REQUIRED ACTION —
Nothing but the lines from the start of the records below through the line that has "a->band_hz[0], a->band_hz[3]);" should appear, each exactly as given.

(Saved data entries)
[Start of section]

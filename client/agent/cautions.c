/* The driver's start-up message; see cautions.h. */
#include "client/agent/cautions.h"

#include "server/base/clock.h"

static const char usual[] =
    "CAUTION  Driving a suspended mirror can break lock or damage hardware, and a drill can set off costly work "
    "elsewhere.\n"
    "         Limits come from the station's own actuator and laser-safety authorities; their rules and their licensed "
    "staff prevail.\n"
    "         A drill is never played over a hold, outside its limits, without a working stop path, or without an "
    "agreed way\n"
    "         to ask \"is this a drill?\".\n";

void cautions_text(const struct drill_plan *plan, int station, struct buf *out)
{
	const struct wave_station *s = &plan->network->stations[station];
	const struct wave_actuator *a = &s->actuator;
	char from[40], to[40];
	buf_text(out, usual);
	if (!a->present) {
		buf_printf(out, "LIMITS   %s has no actuator in the network file: nothing will be played.\n", s->name);
		return;
	}
	double range = (double)(UINT64_C(1) << (a->converter_bits - 1));
	buf_printf(out, "LIMITS   %s: largest drive %.0f counts (%g of %d bits), slew %g counts/s, at %g samples/s.\n",
	           s->name, plan->largest_drive * range, plan->largest_drive, a->converter_bits, a->slew_counts_per_s,
	           a->rate_hz);
	buf_printf(out, "         Driven band %g to %g Hz, edges out to %g and %g Hz.", a->band_hz[1], a->band_hz[2],
	           a->band_hz[0], a->band_hz[3]);
	for (int i = 0; i < plan->n_excluded_bands; i++)
		buf_printf(out, "%s%g to %g Hz", i == 0 ? " Never driven: " : ", ", plan->excluded_bands_hz[i][0],
		           plan->excluded_bands_hz[i][1]);
	buf_printf(out, "%s\n", plan->n_excluded_bands > 0 ? "." : "");
	if (a->valid_to_gps_ns > a->valid_from_gps_ns)
		buf_printf(out, "         Calibration %s, valid from %s to %s; not a slot outside it is played.\n",
		           a->calibration_id[0] != '\0' ? a->calibration_id : "(unnamed)",
		           clock_utc_text(a->valid_from_gps_ns, from, sizeof from),
		           clock_utc_text(a->valid_to_gps_ns, to, sizeof to));
	else
		buf_printf(out, "         The network file does not say how long the calibration is valid.\n");
}
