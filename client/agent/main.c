/*
 * quietbell-driver: plays one station's part of a campaign. Only the options and the order of the start are here:
 * guard, home and service, cautions, run.
 */
#include <signal.h>
#include <stdio.h>
#include <string.h>
#include <unistd.h>

#include "client/agent/cautions.h"
#include "client/agent/guard.h"
#include "client/agent/loop.h"
#include "server/base/text.h"

static volatile sig_atomic_t stopping;

static void on_signal(int number)
{
	(void)number;
	stopping = 1;
}

static const struct {
	const char *name, *value, *help;
} options[] = {
    {"station", "STATION", "the station that this party drives (required)"},
    {"sink", "SINK", "where the counts go (required)"},
    {"state-file", "FILE", "first line 'observing' or 'not-observing', read again all the time"},
    {"contact", "SECONDS", "ramp down after so long without contact (default 30; not with a rehearsal clock)"},
    {"home", "DIR", "home directory (default $QUIETBELL_HOME, else ~/.config/quietbell)"},
    {"service", "URL", "the service (default: the one pinned in the home)"},
    {"passphrase-file", "FILE", "passphrase (default $QUIETBELL_PASSPHRASE_FILE, else asked)"},
    {"once-done", NULL, "end after the last slot's report (it always does)"},
    {"help", NULL, "show this help"},
};
#define N_OPTIONS ((int)(sizeof options / sizeof options[0]))

static void usage(FILE *f)
{
	fprintf(f, "usage: quietbell-driver CAMPAIGN --station STATION --sink SINK [options]\n\n"
	           "Plays one station's part of a campaign, slot by slot, and reports each slot.\n\noptions:\n");
	for (int i = 0; i < N_OPTIONS; i++) {
		char left[60];
		(void)snprintf(left, sizeof left, "--%s %s", options[i].name,
		               options[i].value != NULL ? options[i].value : "");
		fprintf(f, "  %-24s %s\n", left, options[i].help);
	}
	fprintf(f, "\nsinks:\n");
	for (int i = 0; sink_help(i) != NULL; i++)
		fprintf(f, "  %s\n", sink_help(i));
	fprintf(f, "\nexample:\n  quietbell-driver fells-spring --station tarn --sink file:/var/lib/tarn/drive "
	           "--home hosta\n");
}

static enum qb_status take(struct driver_options *o, const char *name, const char *value, struct qb_error *e)
{
	const struct {
		const char *name;
		const char **into;
	} texts[] = {{"station", &o->station}, {"sink", &o->sink},       {"state-file", &o->state_file},
	             {"home", &o->home},       {"service", &o->service}, {"passphrase-file", &o->passphrase_file}};
	for (size_t i = 0; i < sizeof texts / sizeof texts[0]; i++) {
		if (strcmp(name, texts[i].name) == 0)
			*texts[i].into = value;
	}
	if (strcmp(name, "contact") == 0 && (!text_double(value, &o->contact_s) || o->contact_s <= 0))
		return qb_fail(e, QB_USAGE, NULL, "give seconds", "--contact is '%.60s'", value);
	return QB_OK;
}

/* Index of the option whose name argument begins with, up to its end or '='; or -1. */
static int option_of(const char *arg, const char **value)
{
	size_t n = strcspn(arg, "=");
	*value = arg[n] == '=' ? arg + n + 1 : NULL;
	for (int i = 0; i < N_OPTIONS; i++) {
		if (strlen(options[i].name) == n && memcmp(options[i].name, arg, n) == 0)
			return i;
	}
	return -1;
}

static enum qb_status parse(int argc, char **argv, struct driver_options *o, bool *help, struct qb_error *e)
{
	enum qb_status st = QB_OK;
	for (int i = 1; st == QB_OK && i < argc; i++) {
		const char *value;
		if (strncmp(argv[i], "--", 2) != 0) {
			if (o->campaign != NULL)
				return qb_fail(e, QB_USAGE, NULL, "see --help", "more than one campaign");
			o->campaign = argv[i];
			continue;
		}
		int k = option_of(argv[i] + 2, &value);
		if (k < 0)
			return qb_fail(e, QB_USAGE, NULL, "see --help", "unknown option %.60s", argv[i]);
		if (options[k].value == NULL && value != NULL)
			return qb_fail(e, QB_USAGE, NULL, NULL, "--%s takes no value", options[k].name);
		if (options[k].value != NULL && value == NULL && ++i < argc)
			value = argv[i];
		if (options[k].value != NULL && value == NULL)
			return qb_fail(e, QB_USAGE, NULL, NULL, "--%s needs %s", options[k].name, options[k].value);
		if (strcmp(options[k].name, "help") == 0)
			*help = true;
		else if (value != NULL)
			st = take(o, options[k].name, value, e);
	}
	if (st == QB_OK && !*help && (o->campaign == NULL || o->station == NULL || o->sink == NULL))
		st = qb_fail(e, QB_USAGE, NULL, "see --help", "a campaign, --station and --sink are needed");
	return st;
}

static void watch_signals(void)
{
	struct sigaction a = {.sa_handler = on_signal};
	sigemptyset(&a.sa_mask);
	sigaction(SIGTERM, &a, NULL);
	sigaction(SIGINT, &a, NULL);
	signal(SIGPIPE, SIG_IGN);
}

static enum qb_status run(const struct driver_options *o, struct qb_error *e)
{
	struct log log = {.fd = STDERR_FILENO, .least = LOG_INFO_, .clock = clock_system()};
	struct driver d = {0};
	struct buf text = {0};
	bool locked = false;
	enum qb_status st = guard_set(&locked, e);
	if (st == QB_OK)
		st = secret_setup(e);
	if (st != QB_OK)
		return st;
	watch_signals();
	st = loop_open(&d, o, &log, &stopping, e);
	if (st == QB_OK) {
		cautions_text(d.campaign->plan, d.station, &text);
		fwrite(text.data, 1, text.len, stderr);
		log_event(&log, LOG_INFO_, "driver-started", "campaign", d.campaign->name, "station", o->station,
		          "clock", d.link.rehearsal ? "rehearsal" : "system", "memory-locked", locked ? "yes" : "no",
		          NULL);
		st = loop_run(&d, e);
	}
	buf_free(&text);
	loop_close(&d);
	return st;
}

int main(int argc, char **argv)
{
	struct driver_options o = {.contact_s = 30};
	struct qb_error e = {0};
	char line[1000];
	bool help = false;
	enum qb_status st = parse(argc, argv, &o, &help, &e);
	if (help)
		usage(stdout);
	else if (st == QB_OK)
		st = run(&o, &e);
	if (st != QB_OK && !help)
		fprintf(stderr, "quietbell-driver: %s\n", qb_error_line(&e, line, sizeof line));
	return help ? 0 : qb_exit_status(st);
}
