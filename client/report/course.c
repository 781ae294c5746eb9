/* The course of the campaign in the report: breaks of the blind that people reported, sealed until the opening. */
#include <stdio.h>

#include "client/report/facts.h"
#include "client/report/figure.h"
#include "client/report/lines.h"
#include "client/report/page.h"

/* "3, 7 to 9" of [[3,3],[7,9]]. */
static const char *slot_ranges(struct buf *b, const json_t *slots)
{
	size_t i;
	json_t *pair;
	buf_clear(b);
	json_array_foreach((json_t *)(uintptr_t)slots, i, pair)
	{
		const json_int_t from = json_integer_value(json_array_get(pair, 0)),
		                 to = json_integer_value(json_array_get(pair, 1));
		buf_printf(b, "%s%" JSON_INTEGER_FORMAT, i > 0 ? ", " : "", from);
		if (to > from)
			buf_printf(b, " to %" JSON_INTEGER_FORMAT, to);
	}
	return b->len > 0 ? (const char *)b->data : "none in particular";
}

static const char *words_of(const json_t *incident, const char *key)
{
	if (json_is_true(json_object_get(incident, "unreadable")))
		return key[0] == 'k' ? "unreadable" : "what was sealed can't be read";
	return facts_text(incident, key);
}

static void incidents_html(struct buf *out, const json_t *list)
{
	struct buf slots = {0};
	char a[FACT];
	page_table_begin(out, "Reported breaks of the blind", "<filed (UTC)|<by|<kind|<slots|<what happened");
	for (size_t i = 0; i < json_array_size(list); i++) {
		const json_t *x = json_array_get(list, i);
		buf_text(out, "<tr>");
		page_cell(out, "t", page_utc(a, facts_number(x, "filed_gps")));
		page_cell(out, "t", facts_text(x, "by"));
		page_cell(out, "t", words_of(x, "kind"));
		page_cell(out, "w", slot_ranges(&slots, json_object_get(x, "slots")));
		page_cell(out, "w", words_of(x, "text"));
		buf_text(out, "</tr>\n");
	}
	page_table_end(out);
	buf_free(&slots);
}

/* "ines, okoro" of a list; "nobody" when it is empty. */
static const char *people(struct buf *b, const json_t *list)
{
	size_t i;
	json_t *v;
	buf_clear(b);
	json_array_foreach((json_t *)(uintptr_t)list, i, v)
	{
		const char *name = json_string_value(v);
		buf_printf(b, "%s%s", i > 0 ? ", " : "", name != NULL ? name : "?");
	}
	return b->len > 0 ? (const char *)b->data : "nobody";
}

/* "answered after 12.3 s", "not answered", with refusals and a retraction. */
static const char *became(struct buf *b, const json_t *q)
{
	struct buf names = {0};
	const json_t *refused = json_object_get(q, "refused");
	buf_clear(b);
	if (json_is_real(json_object_get(q, "answered_gps")))
		buf_printf(b, "answered after %.1f s by %s",
		           facts_number(q, "answered_gps") - facts_number(q, "asked_gps"),
		           people(&names, json_object_get(q, "gave")));
	else
		buf_text(b, "not answered");
	if (json_array_size(refused) > 0)
		buf_printf(b, "; refused by %s", people(&names, refused));
	if (json_is_true(json_object_get(q, "retracted")))
		buf_text(b, "; retracted");
	buf_free(&names);
	return (const char *)b->data;
}

/* One sentence about all of them. */
static void times(struct buf *b, const json_t *doc)
{
	const json_t *t = facts_at(doc, "course.question_times");
	buf_clear(b);
	buf_printf(b, "Questions: %.0f asked, %.0f answered", facts_number(t, "asked"), facts_number(t, "answered"));
	if (json_is_real(json_object_get(t, "median_s")))
		buf_printf(b, "; median time from question to answer %.1f s, longest %.1f s",
		           facts_number(t, "median_s"), facts_number(t, "longest_s"));
	buf_text(b, ".");
}

static void questions_html(struct buf *out, const json_t *doc, const json_t *list)
{
	struct buf line = {0};
	char a[FACT];
	times(&line, doc);
	buf_text(out, "<p class=\"note\">");
	buf_text(out, (const char *)line.data); /* numbers and our own words only */
	buf_text(out, "</p>\n");
	page_table_begin(out, "Asked during the campaign: is this a drill?",
	                 "<asked (UTC)|<by|<about the time from (UTC)|<reason|<told|<what became of it");
	for (size_t i = 0; i < json_array_size(list); i++) {
		const json_t *q = json_array_get(list, i);
		buf_text(out, "<tr>");
		page_cell(out, "t", page_utc(a, facts_number(q, "asked_gps")));
		page_cell(out, "t", facts_text(q, "by"));
		page_cell(out, "t", page_utc(a, facts_number(q, "from_gps")));
		page_cell(out, "w", facts_text(q, "reason"));
		page_cell(out, "w", people(&line, json_object_get(q, "recipients")));
		page_cell(out, "w", became(&line, q));
		buf_text(out, "</tr>\n");
	}
	page_table_end(out);
	buf_free(&line);
}

static void questions_text(struct buf *out, const json_t *doc, const json_t *list)
{
	struct buf line = {0}, fate = {0};
	char a[FACT];
	lines_heading(out, "Asked during the campaign: is this a drill?");
	times(&line, doc);
	lines_wrap(out, "", (const char *)line.data);
	for (size_t i = 0; i < json_array_size(list); i++) {
		const json_t *q = json_array_get(list, i);
		buf_clear(&line);
		buf_printf(&line, "%s by %s, for the reason '%s': %s", facts_utc(a, facts_number(q, "asked_gps")),
		           facts_text(q, "by"), facts_text(q, "reason"), became(&fate, q));
		lines_wrap(out, "- ", (const char *)line.data);
	}
	buf_free(&line);
	buf_free(&fate);
}

/* The sentence about an early end into b; false without one. */
static bool ending_sentence(struct buf *b, const json_t *doc)
{
	const json_t *x = facts_at(doc, "course.ending");
	char a[FACT], n[FACT], of[FACT];
	if (!json_is_object(x))
		return false;
	buf_printf(
	    b,
	    "The campaign was %s by %s on %s: %s. %s of its %s slots were not played; they are counted neither as "
	    "found nor as missed.",
	    facts_text(x, "how"), facts_text(x, "by"), facts_utc(a, facts_number(x, "ended_gps")), facts_text(x, "why"),
	    facts_count(n, facts_number(x, "slots_unplayed")), facts_count(of, facts_number(x, "slots")));
	return true;
}

void course_html(struct buf *out, const json_t *doc)
{
	const json_t *questions = facts_at(doc, "course.questions");
	if (json_array_size(questions) > 0)
		questions_html(out, doc, questions);
	struct buf sentence = {0};
	if (ending_sentence(&sentence, doc)) {
		buf_text(out, "<p class=\"note\">");
		figure_escape(out, (const char *)sentence.data);
		buf_text(out, "</p>\n");
	}
	buf_free(&sentence);
	const json_t *incidents = facts_at(doc, "course.incidents");
	if (json_is_array(incidents) && json_array_size(incidents) == 0)
		buf_text(out, "<p class=\"note\">Nobody reported a break of the blind.</p>\n");
	else if (json_is_array(incidents))
		incidents_html(out, incidents);
}

static void incidents_text(struct buf *out, const json_t *list)
{
	struct buf slots = {0}, line = {0};
	char a[FACT];
	lines_heading(out, "Reported breaks of the blind");
	for (size_t i = 0; i < json_array_size(list); i++) {
		const json_t *x = json_array_get(list, i);
		buf_clear(&line);
		buf_printf(&line, "%s by %s: %s, slots %s: %s", facts_utc(a, facts_number(x, "filed_gps")),
		           facts_text(x, "by"), words_of(x, "kind"), slot_ranges(&slots, json_object_get(x, "slots")),
		           words_of(x, "text"));
		lines_wrap(out, "- ", (const char *)line.data);
	}
	if (json_array_size(list) == 0)
		buf_text(out, "none\n");
	buf_free(&slots);
	buf_free(&line);
}

void course_text(struct buf *out, const json_t *doc)
{
	const json_t *questions = facts_at(doc, "course.questions");
	if (json_array_size(questions) > 0)
		questions_text(out, doc, questions);
	struct buf sentence = {0};
	if (ending_sentence(&sentence, doc))
		lines_wrap(out, "", (const char *)sentence.data);
	buf_free(&sentence);
	const json_t *incidents = facts_at(doc, "course.incidents");
	if (json_is_array(incidents))
		incidents_text(out, incidents);
}
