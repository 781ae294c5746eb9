/*
 * From a recipe to the counts that the actuator gets: rendering, the inverse of the actuator, the limits. A null takes
 * the same way to its end, limits included, and is multiplied by 0 there.
 */
#ifndef QB_AGENT_DRIVE_H
#define QB_AGENT_DRIVE_H

#include "server/drill/plan.h"
#include "server/drill/recipe.h"

struct drive {
	double *counts; /* owned; n of them, gain applied; drive_free wipes */
	size_t n;
	int64_t at;              /* sample of the slot where counts[0] belongs */
	int64_t from_ns, to_ns;  /* the whole drive's window, as the recipe says */
	double margin;           /* smallest limit / demand; 0 for a null */
	char calibration_id[64]; /* of the actuator; "" none */
};

/*
 * Given:    recipe     decoded, and checked to be of this slot, station and campaign
 *           plan       its network's station i, its largest drive and excluded bands
 * Returned: *out       owned by the caller
 * Errors:   QB_REFUSED beyond a limit of the actuator, its calibration not valid at the slot's time, or no actuator;
 *           QB_RANGE, QB_FORMAT a recipe that cannot be rendered
 */
enum qb_status drive_make(const struct drill_recipe *recipe, const struct drill_plan *plan, int station,
                          struct drive *out, struct qb_error *e) QB_MUST_USE;
void drive_free(struct drive *d);

/* QB_CRYPTO unless the recipe is this campaign's, slot's and station's, at the station's drive rate. */
enum qb_status drive_check_recipe(const struct drill_recipe *recipe, const uint8_t campaign[static 16],
                                  const struct drill_plan *plan, int64_t slot, int station,
                                  struct qb_error *e) QB_MUST_USE;

#endif
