/*
 * A driver's one-time keys: one scalar a slot in one file, each encrypted to the driver's own exchange key at a fixed
 * place, so that the private half of a past slot can be overwritten alone. Whoever takes the host later cannot open
 * the recipes of slots that are over.
 *
 *   "QBPK" | version u32 = 1 | place u32 | 0 u32 | campaign 16 | station 64 | count u64 | zeros to 128 |
 *   count points, 32 each | count boxes, PREKEYS_BOX_BYTES each (all zeros: erased)
 *
 * A box (server/custody/box.h) has the purpose PREKEYS_PURPOSE and the header's 128 bytes and the slot as associated
 * data.
 */
#ifndef QB_AGENT_PREKEYS_H
#define QB_AGENT_PREKEYS_H

#include "server/base/buf.h"
#include "server/custody/box.h"
#include "server/custody/party.h"
#include "server/custody/recipe.h"

#define PREKEYS_HEADER_BYTES 128
#define PREKEYS_BOX_BYTES    (SCALAR_BYTES + BOX_OVERHEAD_BYTES)
#define PREKEYS_PURPOSE      "prekey-at-rest"

struct prekeys;

struct prekeys_for {
	uint8_t campaign[CAMPAIGN_ID_BYTES];
	char station[64];
	enum recipe_place place;
	int64_t count; /* slots */
};

/*
 * Makes the file with fresh keys, mode 0600, in one atomic step.
 *
 * Errors:   QB_CONFLICT   it is there already; QB_IO; QB_RANGE for a count that no plan has
 */
enum qb_status prekeys_create(const char *path, const struct prekeys_for *what, const struct party_key *me,
                              struct qb_error *e) QB_MUST_USE;

/*
 * Errors:   QB_NOT_FOUND  no such file
 *           QB_REFUSED    group or others may read it
 *           QB_FORMAT     damaged, or another campaign's, station's or place's
 */
enum qb_status prekeys_open(const char *path, const struct prekeys_for *what, struct prekeys **out,
                            struct qb_error *e) QB_MUST_USE;
void prekeys_close(struct prekeys **p);

/* The public halves, count x 32 bytes, appended: what is uploaded. */
enum qb_status prekeys_points(const struct prekeys *p, struct buf *out, struct qb_error *e) QB_MUST_USE;

/*
 * Returned: *out          the scalar, which fits its public half; the caller frees it
 * Errors:   QB_NOT_FOUND  erased
 *           QB_CRYPTO     another party's file, or altered
 */
enum qb_status prekeys_take(const struct prekeys *p, int64_t slot, const struct party_key *me, struct secret **out,
                            struct qb_error *e) QB_MUST_USE;

/* Overwrites a slot's box with zeros and waits until the disk has it. Erasing again is no error. */
enum qb_status prekeys_erase(struct prekeys *p, int64_t slot, struct qb_error *e) QB_MUST_USE;

#endif
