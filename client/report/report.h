/*
 * An audit document made readable: one self-contained page, one text for terminals, and CSV tables. All are pure
 * functions of the document; what is missing in it is said to be missing.
 */
#ifndef QB_CLIENT_REPORT_H
#define QB_CLIENT_REPORT_H

#include <stddef.h>

#include "server/base/buf.h"
#include "server/base/err.h"
#include "server/base/json.h"

/*
 * Given:    audit   the document of audit_run(), perhaps read back from a file
 * Returned: appended to out: UTF-8; the page holds no script and asks the network for nothing
 * Errors:   QB_FORMAT   not an audit document
 */
enum qb_status report_html(const json_t *audit, struct buf *out, struct qb_error *e) QB_MUST_USE;
enum qb_status report_text(const json_t *audit, struct buf *out, struct qb_error *e) QB_MUST_USE;

/* The CSV tables (RFC 4180, header row first): how many, their file names, and the content of each. */
size_t report_csv_count(void);
const char *report_csv_name(size_t i);
enum qb_status report_csv(const json_t *audit, size_t i, struct buf *out, struct qb_error *e) QB_MUST_USE;

#endif
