"""Whoever runs the service, as a proxy before the unmodified one: passes everything on but what the test alters. alter(method, path, status,
document) returns another document, (status, document), or None for no change; it runs in the proxy's threads."""
import http.server
import json
import threading
import urllib.error
import urllib.request


class Proxy:
    def __init__(self, url, alter):
        outer = self
        self.alter, self.seen, self.to = alter, [], url

        class Handler(http.server.BaseHTTPRequestHandler):
            protocol_version = 'HTTP/1.1'

            def log_message(self, *_):
                pass

            def answer(self):
                length = int(self.headers.get('Content-Length') or 0)
                body = self.rfile.read(length) if length else None
                headers = {k: v for k, v in self.headers.items() if k.lower() not in ('connection', 'content-length', 'host')}
                headers['Host'] = self.headers.get('Host')
                request = urllib.request.Request(outer.to + self.path, body, headers, method=self.command)
                try:
                    got = urllib.request.urlopen(request, timeout=60)
                except urllib.error.HTTPError as error:
                    got = error
                status, kind, data = got.status, got.headers.get('Content-Type', ''), got.read()
                outer.seen.append((self.command, self.path, status))
                if kind.startswith('application/') and 'json' in kind:
                    changed = outer.alter(self.command, self.path, status, json.loads(data))
                    if isinstance(changed, tuple):
                        status, changed = changed
                    if changed is not None:
                        data = json.dumps(changed).encode()
                self.send_response(status)
                self.send_header('Content-Type', kind)
                self.send_header('Content-Length', str(len(data)))
                self.end_headers()
                self.wfile.write(data)

            do_GET = do_POST = answer

        self.server = http.server.ThreadingHTTPServer(('127.0.0.1', 0), Handler)
        self.authority = '127.0.0.1:%d' % self.server.server_address[1]
        self.url = 'http://' + self.authority
        threading.Thread(target=self.server.serve_forever, daemon=True).start()

    def close(self):
        self.server.shutdown()
        self.server.server_close()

[End of section]

EXERCISE ANSWER —
filename client/agent/cautions.c
/* The driver's start-up message; see cautions.h. */
#include "client/agent/cautions.h"

#include "server/base/clock.h"

static const char usual[] =
    "CAUTION  Driving a suspended mirror can break lock or damage hardware, and a drill can set off costly work "
    "elsewhere.\n"
    "         Limits come from the station's own actuator and laser-safety authorities; their rules and their licensed "
    "staff prevail.\n"
    "         A drill is never played over a hold, outside its limits, without a working stop path, or without an "
    "agreed way\n"
    "         to ask \"is this a drill?\".\n";

void cautions_text(const struct drill_plan *plan, int station, struct buf *out)
{
	const struct wave_station *s = &plan->network->stations[station];
	const struct wave_actuator *a = &s->actuator;
	char from[40], to[40];
	buf_text(out, usual);
	if (!a->present) {
		buf_printf(out, "LIMITS   %s has no actuator in the network file: nothing will be played.\n", s->name);
		return;
	}
	double range = (double)(UINT64_C(1) << (a->converter_bits - 1));
	buf_printf(out, "LIMITS   %s: largest drive %.0f counts (%g of %d bits), slew %g counts/s, at %g samples/s.\n",
	           s->name, plan->largest_drive * range, plan->largest_drive, a->converter_bits, a->slew_counts_per_s,
	           a->rate_hz);
	buf_printf(out, "         Driven band %g to %g Hz, edges out to %g and %g Hz.", a->band_hz[1], a->band_hz[2],
	           a->band_hz[0], a->band_hz[3]);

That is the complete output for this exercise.